float laplacian_variance(const cv::Mat& gray) {
  CV_Assert(gray.type() == CV_8UC1 && !gray.empty());
  // What cv::Laplacian(gray, lap, CV_32F) (ksize 1: 4-neighbour kernel, border
  // reflected about the edge pixel) then cv::meanStdDev(lap) give, computed with
  // integer sums: every value is a small integer, so the sums are exact in any
  // order and the result equals OpenCV's bit for bit.
  const int w = gray.cols, h = gray.rows;
  auto reflect = [](int i, int n) { return n == 1 ? 0 : i < 0 ? -i : i >= n ? 2 * n - 2 - i : i; };
  int64_t sum = 0, sum_sq = 0;
  for (int y = 0; y < h; ++y) {
    const uint8_t* up = gray.ptr<uint8_t>(reflect(y - 1, h));
    const uint8_t* row = gray.ptr<uint8_t>(y);
    const uint8_t* down = gray.ptr<uint8_t>(reflect(y + 1, h));
    auto at = [&](int x) { return up[x] + down[x] + row[reflect(x - 1, w)] + row[reflect(x + 1, w)] - 4 * row[x]; };
    // The two edge columns reflect; the columns between need no test (a loop the
    // compiler vectorises). |v| <= 1020, so a row's sums fit 32 bits up to 2000
    // columns of squares; wider rows are summed in pieces.
    const int v0 = at(0);
    sum += v0;
    sum_sq += int64_t{v0} * v0;
    if (w > 1) {
      const int vl = at(w - 1);
      sum += vl;
      sum_sq += int64_t{vl} * vl;
    }
    for (int x0 = 1; x0 < w - 1; x0 += 2000) {
      const int x1 = std::min(w - 1, x0 + 2000);
      int32_t s = 0;
      uint32_t q = 0;
      for (int x = x0; x < x1; ++x) {
        const int v = up[x] + down[x] + row[x - 1] + row[x + 1] - 4 * row[x];
        s += v;
        q += static_cast<uint32_t>(v * v);
      }
      sum += s;
      sum_sq += q;
    }
  }
  const double scale = 1.0 / (double(w) * double(h));
  const double mean = double(sum) * scale;
  const double sd = std::sqrt(std::max(double(sum_sq) * scale - mean * mean, 0.0));
  return static_cast<float>(sd * sd);
}

namespace {

// cos(pi (2x + 1) u / 64) scaled for the orthonormal DCT, x < 16 (rows 31 - x by symmetry).
struct DctTable {
  float c[32][16];
  DctTable() {
    for (int u = 0; u < 32; ++u)
      for (int x = 0; x < 16; ++x)
        c[u][x] = static_cast<float>((u ? std::sqrt(2.0 / 32) : std::sqrt(1.0 / 32)) * cos_pi((2 * x + 1) * u / 64.0));
  }
};
const DctTable& dct_table() {
  static const DctTable t;
  return t;
}

// One separable pass: out[x][u] = sum_y c[u][y'] in[y][x] over the folded rows,
// written transposed, so that two passes give the 2-D transform.
void dct_pass(const float (*in)[32], float (*out)[32]) {
  const DctTable& t = dct_table();
  float sum[16][32], dif[16][32];
  for (int y = 0; y < 16; ++y)
    for (int x = 0; x < 32; ++x) {
      sum[y][x] = in[y][x] + in[31 - y][x];
      dif[y][x] = in[y][x] - in[31 - y][x];
    }
  for (int u = 0; u < 32; ++u) {
    float row[32] = {};
    const auto& src = (u & 1) ? dif : sum;
    for (int y = 0; y < 16; ++y) {
      const float c = t.c[u][y];
      for (int x = 0; x < 32; ++x) row[x] += c * src[y][x];
    }
    for (int x = 0; x < 32; ++x) out[x][u] = row[x];
  }
}

// The inverse pass: out[x][y] = sum_u c[u][y] in[u][x], written transposed.
void idct_pass(const float (*in)[32], float (*out)[32]) {
  const DctTable& t = dct_table();
  for (int y = 0; y < 16; ++y) {
    float even[32] = {}, odd[32] = {};
    for (int u = 0; u < 32; u += 2) {
      const float ce = t.c[u][y], co = t.c[u + 1][y];
      for (int x = 0; x < 32; ++x) {
        even[x] += ce * in[u][x];
        odd[x] += co * in[u + 1][x];
      }
    }
    for (int x = 0; x < 32; ++x) {
      out[x][y] = even[x] + odd[x];
      out[x][31 - y] = even[x] - odd[x];
    }
  }
}

}  // namespace

void dct32(const uint8_t* gray, float* out) {
  float in[32][32], mid[32][32];
  for (int y = 0; y < 32; ++y)
    for (int x = 0; x < 32; ++x) in[y][x] = gray[32 * y + x];
  dct_pass(in, mid);  // mid[x][u]
  dct_pass(mid, reinterpret_cast<float(*)[32]>(out));  // out[u][v]
}

void idct32(const float* coef, float* out) {
  float mid[32][32];
  idct_pass(reinterpret_cast<const float(*)[32]>(coef), mid);  // mid[v][y]
  idct_pass(mid, reinterpret_cast<float(*)[32]>(out));         // out[y][x]
}

void turn_coefficients(const float* src, float* dst, int t) {
  const bool transpose = t & 4;
  for (int u = 0; u < 32; ++u)
    for (int v = 0; v < 32; ++v) {
      const float c = transpose ? src[32 * v + u] : src[32 * u + v];
      dst[32 * u + v] = turn_negates(t, u, v) ? -c : c;
    }
}

void apply_dihedral(const uint8_t* src, uint8_t* dst, int n, int t) {
  bool transpose = t & 4, flip_rows = t & 2, flip_cols = t & 1;
  for (int y = 0; y < n; ++y)
    for (int x = 0; x < n; ++x) {
      // dst(y, x) = transformed(src): undo the flips, then the transpose.
      int sy = flip_rows ? n - 1 - y : y;
      int sx = flip_cols ? n - 1 - x : x;
      dst[y * n + x] = transpose ? src[sx * n + sy] : src[sy * n + sx];
    }
}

.....

The answer must be every line of the entries that includes the word "bool".

  const bool transpose = t & 4;
  bool transpose = t & 4, flip_rows = t & 2, flip_cols = t & 1;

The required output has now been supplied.